INSTRUCTIONS TO FOLLOW
Extract all lines that hold "forEach" from the records below.

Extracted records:
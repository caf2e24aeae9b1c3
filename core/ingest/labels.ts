/** Names of wafers and sites as numbers: each name is held once, the rows hold its index. */
import { parseNumber } from './parse-number'
import type { WaferLabel } from './readings'
import { readTextCell } from './text-cell'

const MAX_PLAIN_NUMBER = 1 << 22
const PAGE_BITS = 12

/** Site names. The usual ones are 1, 2, 3... and need no look-up by text. */
export class SiteNames {
  readonly names: string[] = []
  private readonly byText = new Map<string, number>()
  /** Pages of indices, made as they are needed: numbers may be few and large. */
  private readonly pages: (Int32Array | undefined)[] = []

  ofCell(cell: string): number {
    const number = plainNumber(cell)
    return number >= 0 ? this.ofNumber(number) : this.ofName(readTextCell(cell))
  }

  /** " 5" is site 5, whatever blanks the file sets about it. */
  private ofName(text: string): number {
    const number = plainNumber(text)
    return number >= 0 ? this.ofNumber(number) : this.ofText(text)
  }

  ofNumber(number: number): number {
    if (number > MAX_PLAIN_NUMBER) return this.ofText(String(number))
    const page = (this.pages[number >> PAGE_BITS] ??= new Int32Array(1 << PAGE_BITS).fill(-1))
    const at = number & ((1 << PAGE_BITS) - 1)
    if (page[at] < 0) page[at] = this.names.push(String(number)) - 1
    return page[at]
  }

  ofText(text: string): number {
    const known = this.byText.get(text)
    if (known !== undefined) return known
    const index = this.names.push(text) - 1
    this.byText.set(text, index)
    return index
  }
}

/** 0 to 9999999 written plainly, without sign or leading zeros; else -1. */
function plainNumber(cell: string): number {
  const length = cell.length
  if (length === 0 || length > 7 || (length > 1 && cell.charCodeAt(0) === 48)) return -1
  let number = 0
  for (let at = 0; at < length; at++) {
    const digit = cell.charCodeAt(at) - 48
    if (!(digit >= 0 && digit <= 9)) return -1
    number = number * 10 + digit
  }
  return number
}

export class WaferLabels {
  readonly labels: { id: string; slot: number; rejectedRows: number }[] = []
  private readonly byId = new Map<string, number>()
  /** For sites that the file doesn't name: how many each wafer has. */
  private readonly siteCounts: number[] = []

  /** `slot` is empty where none is given; then a wafer whose name is a plain number stands in the slot of that number. */
  of(id: string, slot: string): number {
    const known = this.byId.get(id)
    const number = slotNumber(slot === '' ? id : slot)
    if (known !== undefined) {
      if (slot !== '' && !Number.isNaN(number)) this.labels[known].slot = number
      return known
    }
    const index = this.labels.push({ id, slot: number, rejectedRows: 0 }) - 1
    this.byId.set(id, index)
    this.siteCounts.push(0)
    return index
  }

  nextSite(wafer: number): number {
    return (this.siteCounts[wafer] = this.siteCounts[wafer] + 1)
  }

  /** Undoes everything since. */
  mark(): () => void {
    const slots = Float64Array.from(this.labels, ({ slot }) => slot)
    const rejected = Uint32Array.from(this.labels, ({ rejectedRows }) => rejectedRows)
    const siteCounts = Uint32Array.from(this.siteCounts)
    return () => {
      for (const { id } of this.labels.splice(slots.length)) this.byId.delete(id)
      this.labels.forEach((label, at) => {
        label.slot = slots[at]
        label.rejectedRows = rejected[at]
      })
      this.siteCounts.length = siteCounts.length
      siteCounts.forEach((count, at) => (this.siteCounts[at] = count))
    }
  }

  reject(wafer: number): void {
    this.labels[wafer].rejectedRows++
  }

  /**
   * The wafers that have rows, in order of first appearance, then those of which every row was rejected: a wafer that
   * can't be judged must not vanish. `column` is rewritten to their new indices.
   */
  used(column: Uint32Array, count: number): WaferLabel[] {
    const newIndex = new Int32Array(this.labels.length).fill(-1)
    const used: WaferLabel[] = []
    for (let row = 0; row < count; row++) {
      const old = column[row]
      if (newIndex[old] < 0) newIndex[old] = used.push(this.labels[old]) - 1
      column[row] = newIndex[old]
    }
    const lost = this.labels.filter(({ rejectedRows }, index) => newIndex[index] < 0 && rejectedRows > 0)
    return [...used, ...lost]
  }
}

function slotNumber(text: string): number {
  return /^\d{1,6}$/.test(text) ? parseNumber(text, 46, 0) : NaN
}

const STATISTICS_WORDS = new Set(
  (
    'mean avg average median std stdev stdv std.dev std-dev st.dev stddev sd sigma 1sigma 3sigma 6sigma min minimum max maximum ' +
    'range total sum count uniformity unif nonuniformity non-uniformity summary end variance cv'
  ).split(' '),
)

/** "Mean", "Std. Dev." and the like at the beginning of a row: statistics under the readings, not a site. */
export function isStatisticsWord(cell: string): boolean {
  if (cell.length > 60) return false
  const [first] = cell
    .trim()
    .toLowerCase()
    .replace(/^(\d)[ -](?=sigma)/, '$1')
    .split(/[\s:=(%_[]+/)
  return STATISTICS_WORDS.has(first.replace(/\.+$/, ''))
}

/** `TB-0417_W04.csv`: the lot (or a name for it) is the stem, the wafer its part after W, wafer or slot. */
export function namesFromFile(file: string): { readonly stem: string; readonly wafer: string } {
  const stem = file.replace(/^.*[\\/]/, '').replace(/\.[^.]{1,5}$/, '') || file
  const part = /(?:^|[_\-. ])(?:wafer|wfr|w|slot)[_\-. #]?(\d{1,3})(?=$|[_\-. ])/i.exec(stem)
  return { stem, wafer: part ? part[1] : stem }
}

EXERCISE RESPONSE
      this.labels.forEach((label, at) => {
      siteCounts.forEach((count, at) => (this.siteCounts[at] = count))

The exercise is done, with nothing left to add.